Notice that this table just stores a reference back to either an Office or an Employee, and our unique constraint ensures that there is only one value in this table for either. It is a bit simpler because we aren't worry about PhoneTypes here, or actual phone numbers. That data is stored in a more traditional PhoneNumbers table, with a foreign key reference to the PhoneNumberEntity table:

create table PhoneNumbers
(
    PhoneEntityID int references PhoneEntities(PhoneEntityID) on delete cascade,
    PhoneTypeCode varchar(10) references PhoneTypes(PhoneTypeCode),
    AreaCode char(3),
    Exchange char(3),
    Number char(4),
    Extension varchar(10),
    primary key (PhoneEntityID, PhoneTypeCode)
)

That allows the PhoneNumbers table to be a more "normal" looking, and a bit simpler as well. This does complicate the stored procedures a little, since first you need to determine if a particular entity already has an entry in the PhoneEntities table, and if not then you need to add one in.

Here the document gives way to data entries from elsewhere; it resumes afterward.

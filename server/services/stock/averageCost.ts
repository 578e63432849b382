// Moving-average unit cost per item and warehouse, blended by every move that brings stock into a
// warehouse at a cost (a receipt, a transfer in). applyMoves locks the cost rows first, exclusively and
// sorted, then the item's whole balance group in that warehouse in the one balance order (see
// balanceLocks.ts), so the on hand the average blends with cannot change under it and nothing waits
// to upgrade a shared lock.
import type { EntityManager } from 'typeorm'
import type { MoveType } from '../../../shared/catalog.js'
import { applyReceipt } from '../../../shared/inventory/movingAverage.js'
import { ItemWarehouse } from '../../entities/ItemWarehouse.js'
import { AppError } from '../../errors.js'
import { groupKey, type WarehouseGroup } from './balanceLocks.js'

/** Moves that blend their unit cost into the receiving warehouse's average. */
export const COSTED_IN: ReadonlySet<MoveType> = new Set<MoveType>(['receipt', 'transfer_in', 'opening'])

/** Creates missing cost rows and locks them all exclusively, in (item, warehouse) order. Returns the averages. */
export async function lockCostRows(em: EntityManager, groups: readonly WarehouseGroup[]): Promise<Map<string, string>> {
  const sorted = [...groups].sort((a, b) => a.itemId - b.itemId || a.warehouseId - b.warehouseId)
  if (!sorted.length) return new Map()
  // ON DUPLICATE KEY UPDATE takes an exclusive lock on an existing row (INSERT IGNORE took a shared one).
  await em.query(
    `INSERT INTO item_warehouses (item_id, warehouse_id, avg_cost) VALUES ${sorted.map(() => '(?, ?, 0)').join(', ')} ON DUPLICATE KEY UPDATE avg_cost = avg_cost`,
    sorted.flatMap((g) => [g.itemId, g.warehouseId]),
  ).catch((err: { errno?: number; driverError?: { errno?: number } }) => {
    // 1452: the item (or warehouse) does not exist; answer 404, not a failed lookup's 500.
    if ((err?.errno ?? err?.driverError?.errno) === 1452) throw AppError.notFound('item_or_warehouse_not_found', 'That item or warehouse was not found.')
    throw err
  })
  // Already locked by the insert; a locking read sees the latest committed average, not a snapshot.
  const rows: { item_id: number; warehouse_id: number; avg_cost: string }[] = await em.query(
    `SELECT item_id, warehouse_id, avg_cost FROM item_warehouses WHERE (item_id, warehouse_id) IN (${sorted.map(() => '(?, ?)').join(', ')}) FOR UPDATE`,
    sorted.flatMap((g) => [g.itemId, g.warehouseId]),
  )
  return new Map(rows.map((r) => [groupKey({ itemId: r.item_id, warehouseId: r.warehouse_id }), r.avg_cost]))
}

/**
 * Blends the costed moves, in order, into the averages: each move sees the on hand before the operation
 * plus what earlier moves of the same operation brought in. Writes the changed averages.
 */
export async function blendAverages(
  em: EntityManager,
  averages: Map<string, string>,
  groupOnHand: Map<string, number>,
  moves: readonly { itemId: number; warehouseId: number; qty: number; unitCost: string }[],
): Promise<void> {
  const onHand = new Map(groupOnHand)
  const changed = new Set<string>()
  for (const m of moves) {
    const gk = groupKey(m)
    const step = applyReceipt({ onHand: onHand.get(gk) ?? 0, averageCost: averages.get(gk) ?? '0.0000' }, m.qty, m.unitCost)
    averages.set(gk, step.after.averageCost)
    onHand.set(gk, step.after.onHand)
    changed.add(gk)
  }
  await writeAverages(em, [...changed].map((gk) => [gk, averages.get(gk)!]))
}

/** Writes averages keyed by groupKey, many rows per statement (the rows are locked already). */
export async function writeAverages(em: EntityManager, averages: readonly (readonly [string, string])[]): Promise<void> {
  for (let i = 0; i < averages.length; i += 1000) {
    const chunk = averages.slice(i, i + 1000)
    await em.query(
      `INSERT INTO item_warehouses (item_id, warehouse_id, avg_cost) VALUES ${chunk.map(() => '(?, ?, ?)').join(', ')} ON DUPLICATE KEY UPDATE avg_cost = VALUES(avg_cost)`,
      chunk.flatMap(([gk, avg]) => [...gk.split(':').map(Number), avg]),
    )
  }
}

export async function currentAverage(em: EntityManager, itemId: number, warehouseId: number): Promise<string> {
  const row = await em.findOneBy(ItemWarehouse, { itemId, warehouseId })
  return row ? row.avgCost : '0.0000'
}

For example, with that schema, here's a PhoneNumberAdd stored procedure:

create procedure PhoneNumberAdd
	@OfficeID int = null,
	@EmpID int = null,
	@PhoneTypeCode varchar(10),
	@AreaCode char(3),
	@Exchange char(3),
	@Number char(4),
	@Extension varchar(10)
as
    declare @EntityID int
    set @EntityID = (select PhoneEntityID from PhoneEntities where Office=@OfficeID or EmpID = @EmpID)
	
    if (@EntityID is null)
    begin
        insert into PhoneEntities (EmpID, OfficeID)
        values (@EmpID, @OfficeID)
        set @EntityID = scope_identity()
    end

    insert into PhoneNumbers (EntityID, PhoneTypeCode, AreaCode, Exchange, Number, Extension)
    values (@EntityID, @PhoneTypeCode, @AreaCode, @Exchange, @Number, @Extension)

This approach may or may not work better, depending on your specific situation. As you can see, the logic in the stored procedures can potentially get a little complicated since now we have two tables to deal with. But, this does makes the PhoneNumbers table itself much simpler, so you may get better performance with this approach.

Conclusion

I'll be completely honest here: this isn't a really clean and simple technique to use, it is really one of those subjective gray areas where there does not appear to be a standard method or best practice. I would love to hear feedback about alternate suggestions; I presented only a few possible ideas, and I am sure there are alternatives that may be superior in different situations. I have found that these work quite well, and again they are nice because we have full referential integrity, cascading deletes, and there are no triggers required. However, I also recognize not all techniques work in every situation, so the ideas presented here may not be applicable in many cases.

Overall these methods can work quite well depending on what you are modeling. With these techniques in place, if you decide to change the columns used to store phone numbers, you do it all in one place and your done. Or, if you decide to add "UpdatedAt" and "UpdatedBy" audit columns to track changes in the phone numbers, again you just need to do it all in one place. Every entity you have that "implements" the phone number interface will instantly get all those changes. And, most importantly, we will never have orphan phone numbers due to full support for cascading deletes, we don't have to worry about any data integrity issues since it all checks out, and no triggers were necessary for any of this.

I look forward to hearing ideas and suggestions in the comments.